Analyzing the Life-Cycle of a News Story
Updated: February 11, 2010
Each video shows an example of the data analysis process for the set of articles (e.g. news, blogs, or tweets) corresponding to a specific story within the Thoora platform. Green markers show individual articles, placed on the date at which they originate. The green bars show the total number of articles received at a specific date. Using signal processing and statistical analysis, the platform automatically detects events of interest in the timeline of the story. These stand out as large blue peaks. Additionally, each separate event is modeled in terms of its importance and duration (this is depicted by red curves, one for each event).
Video1
A much more complex (and more common) case. Here the events are not clearly separated, and the task of identifying relevant developments is challenging.
see this story
Video2
Shows a story with two major events. Unlike the previous case, here each event consists of a group of documents distributed more widely over time.
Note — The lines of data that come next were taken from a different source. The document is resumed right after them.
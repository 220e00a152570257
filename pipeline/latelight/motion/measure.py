"""Measure how one arc moved between the two epochs of a difference."""

from __future__ import annotations

from typing import Literal

import numpy as np

from latelight.motion.bend import Bend, along_trace, bent_trace, measure_bend
from latelight.motion.fitting import (
    LobeFit,
    fit_one_lobe,
    fit_pair,
    search_lobes,
)
from latelight.motion.lobes import LobePrior
from latelight.motion.settings import MotionSettings
from latelight.motion.strip import (
    Profile,
    Strip,
    cut_strip,
    mean_profile,
    noise_correlation,
)
from latelight.records import Arc, ArcTrace, Difference, FloatArray, Motion

__all__ = ["measure_motion"]

# However clear a profile is, dust may mimic it: odds are not raised beyond this.
_MAX_ODDS_TWO_LOBES = 4.0
_MAX_ODDS_ONE_LOBE = 1.0
_LOG_10 = np.log(10.0)


def measure_motion(
    difference: Difference,
    arc: Arc,
    *,
    later: Literal["science", "template"],
    settings: MotionSettings,
) -> Motion:
    """Measure the motion of one arc, from the earlier to the later epoch.

    Parameters
    ----------
    difference : Difference
        Science minus template.
    arc : Arc
        A ridge found in it; its trace follows the brighter lobe.
    later : {"science", "template"}
        Which frame was taken later.
    settings : MotionSettings
        Limits and priors.

    Returns
    -------
    Motion
        Direction along the normal, shift, width and brightness.

    Raises
    ------
    ValueError
        If ``later`` is neither word, or no pixel near the arc can be used.

    Notes
    -----
    The difference, straightened along the trace, is averaged along the arc.  A
    moving echo leaves a positive lobe where it is and a negative one where it was,
    of one shape (sharp front, slow tail).  Shift and width are the median and mean
    of their probability with everything else integrated out, errors half of
    the 16-84 % interval.  Direction: see :func:`latelight.motion.bend.measure_bend`.
    Patchy dust pulls ridges aside; ``settings.texture`` of the width is added to
    the errors for it.
    """
    if later not in ("science", "template"):
        msg = f"later must be 'science' or 'template', got {later!r}"
        raise ValueError(msg)
    sign = 1 if later == "science" else -1
    anchor = arc.sign * sign
    prior = LobePrior(difference.fwhm_px, settings.ratio_scatter)
    correlation = noise_correlation(difference, arc.x, arc.y)
    width = float(np.hypot(arc.width_px, difference.fwhm_px))

    def average(strip: Strip) -> Profile:
        return mean_profile(
            strip, correlation, normal_angle=arc.normal_angle, width_px=width
        )

    reach = settings.max_shift_px + 3.0 * width
    strip = cut_strip(difference, arc.trace, reach=reach, sign=sign)
    near = _window(strip, 0.0, 0.0, width)
    profile = average(near)
    alone = fit_one_lobe(profile, prior, sign=anchor, width=width, sense=1)
    bend = _bend(near, arc.trace, profile, alone, settings)
    trace = bent_trace(arc.trace, bend)
    strip = cut_strip(difference, trace, reach=reach, sign=sign)
    profile = average(strip)
    guesses = search_lobes(
        profile,
        prior,
        anchor_sign=anchor,
        width=width,
        max_shift=settings.max_shift_px,
    )
    guess = max(guesses, key=lambda g: g.log_evidence)
    odds = abs(guesses[0].log_evidence - guesses[1].log_evidence) / _LOG_10
    if 2.0 * (guess.gain - guess.alone) > settings.lobe_threshold**2:
        near = _window(strip, guess.late, guess.early, guess.width)
        profile = average(near)
        fit = fit_pair(profile, prior, guess)
        limit = _MAX_ODDS_TWO_LOBES
    else:
        near = _window(strip, 0.0, 0.0, width)
        profile = average(near)
        fit = fit_one_lobe(profile, prior, sign=anchor, width=width, sense=guess.sense)
        limit = _MAX_ODDS_ONE_LOBE
    final = _bend(near, trace, profile, fit, settings)
    return _motion(
        fit,
        profile,
        trace=bent_trace(trace, Bend(0.0, final.slope, final.slope_err, 0.0)),
        slope_err=final.slope_err,
        later=later,
        odds=min(odds, limit),
        settings=settings,
    )


def _bend(
    strip: Strip,
    trace: ArcTrace,
    profile: Profile,
    fit: LobeFit,
    settings: MotionSettings,
) -> Bend:
    """Return the correction of a trace that a fitted profile asks for."""
    return measure_bend(
        strip,
        along_trace(trace),
        _on_strip(strip, profile, fit.model),
        excess=profile.excess,
        max_slope=float(np.tan(np.radians(settings.max_turn_deg))),
    )


def _on_strip(strip: Strip, profile: Profile, model: FloatArray) -> FloatArray:
    return np.interp(strip.offsets, profile.offsets, model, left=0.0, right=0.0)


def _window(strip: Strip, one: float, other: float, width: float) -> Strip:
    """Return the rows around two lobes."""
    margin = 3.0 * width + 6.0
    rows = strip.offsets >= min(one, other) - margin
    rows &= strip.offsets <= max(one, other) + margin
    return Strip(strip.offsets[rows], strip.values[rows], strip.weight[rows])


def _motion(
    fit: LobeFit,
    profile: Profile,
    *,
    trace: ArcTrace,
    slope_err: float,
    later: str,
    odds: float,
    settings: MotionSettings,
) -> Motion:
    along = along_trace(trace)
    length = max(float(along[-1] - along[0]), 1.0)
    patches = max(length / settings.texture_length_px, 1.0)
    pull = settings.texture * fit.width / np.sqrt(patches)
    apart = np.sqrt(1.0 - np.exp(-0.5 * (fit.shift / fit.full_width) ** 2))
    turn_err = np.hypot(slope_err, np.sqrt(12.0) * pull / length)
    two = np.isfinite(fit.shift)
    at_science = fit.late if later == "science" else fit.early
    height = (
        (fit.height_late, fit.height_late_err)
        if later == "science"
        else (fit.height_early, fit.height_early_err)
    )
    if not np.isfinite(at_science):
        at_science = fit.early if later == "science" else fit.late
        height = (
            (fit.height_early, fit.height_early_err)
            if later == "science"
            else (fit.height_late, fit.height_late_err)
        )
    middle = trace.x.size // 2
    normal = float(trace.normal_angle[middle])
    angle = np.radians(normal)
    residual = profile.values - fit.model
    free = max(residual.size - (8 if two else 6), 1)
    return Motion(
        direction_angle=(normal if fit.sense > 0 else normal + 180.0) % 360.0,
        direction_angle_err=float(np.degrees(np.arctan(turn_err))),
        shift_px=fit.shift,
        shift_err_px=float(np.hypot(fit.shift_err, np.sqrt(2.0) * pull * apart)),
        x=float(trace.x[middle] + at_science * np.cos(angle)),
        y=float(trace.y[middle] + at_science * np.sin(angle)),
        width_px=fit.width,
        width_err_px=fit.width_err,
        surface_brightness_counts=height[0],
        surface_brightness_err_counts=height[1],
        sense_odds=float(odds),
        chi2=float(residual @ profile.precision @ residual / free),
        lobes=2 if two else 1,
    )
Still the platform is able to determine the location and extent of the two relevant developments in this story.
see this story
Video3
Shows a recent story with several noteworthy events, well separated in time. This is a reasonably straightforward case illustrating the above idea.
see this story
The most important property of our data analysis process is that it determines whether an event is meaningful in a probabilistic way, i.e. it is not enough for the platform to find a large bar indicating a large number of incoming articles. Instead, all data is examined, and the relevance of each article is considered in terms of previous and following events.
This kind of processing is useful for identifying the components that form a story's timeline, for identifying important articles for each of the principal events, and for studying the evolution of a story over time.